§ **AVAILABLE RECORDS**:
[Start of section]

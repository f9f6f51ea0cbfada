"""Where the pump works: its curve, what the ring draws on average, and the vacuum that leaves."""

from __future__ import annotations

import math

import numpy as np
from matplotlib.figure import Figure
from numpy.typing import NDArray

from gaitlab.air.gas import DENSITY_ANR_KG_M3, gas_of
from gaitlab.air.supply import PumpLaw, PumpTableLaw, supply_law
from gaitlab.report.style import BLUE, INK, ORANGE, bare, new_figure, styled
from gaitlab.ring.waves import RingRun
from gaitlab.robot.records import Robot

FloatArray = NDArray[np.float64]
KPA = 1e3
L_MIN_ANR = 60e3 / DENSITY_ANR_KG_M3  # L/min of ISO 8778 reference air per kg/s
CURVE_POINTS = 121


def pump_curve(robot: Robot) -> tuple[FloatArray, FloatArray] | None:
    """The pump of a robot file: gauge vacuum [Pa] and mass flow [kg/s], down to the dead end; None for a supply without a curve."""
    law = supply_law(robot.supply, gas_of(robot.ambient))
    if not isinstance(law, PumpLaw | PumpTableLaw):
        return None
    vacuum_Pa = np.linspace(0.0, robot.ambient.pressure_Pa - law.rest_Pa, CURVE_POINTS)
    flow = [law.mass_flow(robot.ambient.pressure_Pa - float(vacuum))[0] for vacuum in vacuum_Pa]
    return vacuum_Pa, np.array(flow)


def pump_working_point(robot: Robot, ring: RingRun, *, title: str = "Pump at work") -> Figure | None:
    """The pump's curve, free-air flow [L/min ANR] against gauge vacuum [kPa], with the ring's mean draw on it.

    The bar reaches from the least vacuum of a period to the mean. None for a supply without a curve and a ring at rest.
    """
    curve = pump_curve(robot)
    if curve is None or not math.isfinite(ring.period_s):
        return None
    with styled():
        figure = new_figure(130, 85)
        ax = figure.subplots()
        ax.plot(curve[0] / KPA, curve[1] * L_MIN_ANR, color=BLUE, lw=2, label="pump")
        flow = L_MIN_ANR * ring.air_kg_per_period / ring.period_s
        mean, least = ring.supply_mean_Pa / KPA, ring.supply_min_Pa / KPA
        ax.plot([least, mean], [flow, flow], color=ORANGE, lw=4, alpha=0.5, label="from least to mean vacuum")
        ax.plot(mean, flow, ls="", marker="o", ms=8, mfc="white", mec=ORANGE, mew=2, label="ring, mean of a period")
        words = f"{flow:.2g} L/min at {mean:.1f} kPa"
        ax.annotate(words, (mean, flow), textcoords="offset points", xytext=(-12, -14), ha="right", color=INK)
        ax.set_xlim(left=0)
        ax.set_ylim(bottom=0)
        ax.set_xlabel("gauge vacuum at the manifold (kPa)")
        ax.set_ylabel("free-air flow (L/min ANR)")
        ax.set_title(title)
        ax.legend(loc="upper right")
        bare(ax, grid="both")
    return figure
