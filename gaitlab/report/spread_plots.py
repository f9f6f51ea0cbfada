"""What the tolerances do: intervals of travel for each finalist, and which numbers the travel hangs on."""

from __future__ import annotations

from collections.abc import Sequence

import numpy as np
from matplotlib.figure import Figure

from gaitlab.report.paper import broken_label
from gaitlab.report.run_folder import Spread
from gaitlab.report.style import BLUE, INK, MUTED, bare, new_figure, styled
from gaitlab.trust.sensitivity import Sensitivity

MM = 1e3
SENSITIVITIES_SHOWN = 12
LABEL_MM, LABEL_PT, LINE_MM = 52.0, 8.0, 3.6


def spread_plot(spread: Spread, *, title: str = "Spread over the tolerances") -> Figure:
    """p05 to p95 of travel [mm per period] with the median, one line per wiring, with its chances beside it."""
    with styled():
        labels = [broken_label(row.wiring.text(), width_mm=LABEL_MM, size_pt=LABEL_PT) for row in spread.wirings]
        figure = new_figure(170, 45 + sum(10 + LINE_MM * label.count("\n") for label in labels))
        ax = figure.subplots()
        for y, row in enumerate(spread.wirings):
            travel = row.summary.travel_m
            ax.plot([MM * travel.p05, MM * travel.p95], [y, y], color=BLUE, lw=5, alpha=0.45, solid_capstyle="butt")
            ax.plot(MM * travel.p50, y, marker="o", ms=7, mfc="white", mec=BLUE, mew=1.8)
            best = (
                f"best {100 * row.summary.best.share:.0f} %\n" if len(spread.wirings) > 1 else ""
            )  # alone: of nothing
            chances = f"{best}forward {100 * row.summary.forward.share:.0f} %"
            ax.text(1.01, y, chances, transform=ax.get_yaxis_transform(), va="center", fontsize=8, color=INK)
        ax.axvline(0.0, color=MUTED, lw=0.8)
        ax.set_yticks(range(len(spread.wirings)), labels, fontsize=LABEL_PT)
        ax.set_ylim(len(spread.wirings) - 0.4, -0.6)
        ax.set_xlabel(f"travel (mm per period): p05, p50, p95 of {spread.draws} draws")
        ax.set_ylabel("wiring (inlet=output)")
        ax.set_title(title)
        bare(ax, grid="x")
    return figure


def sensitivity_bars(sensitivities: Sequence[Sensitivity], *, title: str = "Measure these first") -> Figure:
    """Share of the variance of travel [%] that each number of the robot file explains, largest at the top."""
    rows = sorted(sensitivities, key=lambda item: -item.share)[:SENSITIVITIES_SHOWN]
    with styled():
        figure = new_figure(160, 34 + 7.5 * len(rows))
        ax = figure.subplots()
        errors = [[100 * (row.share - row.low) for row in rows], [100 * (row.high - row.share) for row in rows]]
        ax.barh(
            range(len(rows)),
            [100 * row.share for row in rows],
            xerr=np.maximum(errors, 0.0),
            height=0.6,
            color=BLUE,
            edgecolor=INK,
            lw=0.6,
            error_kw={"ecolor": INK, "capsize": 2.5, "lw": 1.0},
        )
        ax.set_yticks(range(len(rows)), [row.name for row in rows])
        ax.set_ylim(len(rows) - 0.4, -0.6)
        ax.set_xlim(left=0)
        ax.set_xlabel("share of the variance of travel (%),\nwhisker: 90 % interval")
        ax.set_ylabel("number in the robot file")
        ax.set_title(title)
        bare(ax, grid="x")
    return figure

[End of section]

§ **EXERCISE REQUIREMENTS**: Return every line of the listing above where "ORANGE" appears.

§ **YOUR RESPONSE**:
from gaitlab.report.style import BLUE, INK, ORANGE, bare, new_figure, styled
        ax.plot([least, mean], [flow, flow], color=ORANGE, lw=4, alpha=0.5, label="from least to mean vacuum")
        ax.plot(mean, flow, ls="", marker="o", ms=8, mfc="white", mec=ORANGE, mew=2, label="ring, mean of a period")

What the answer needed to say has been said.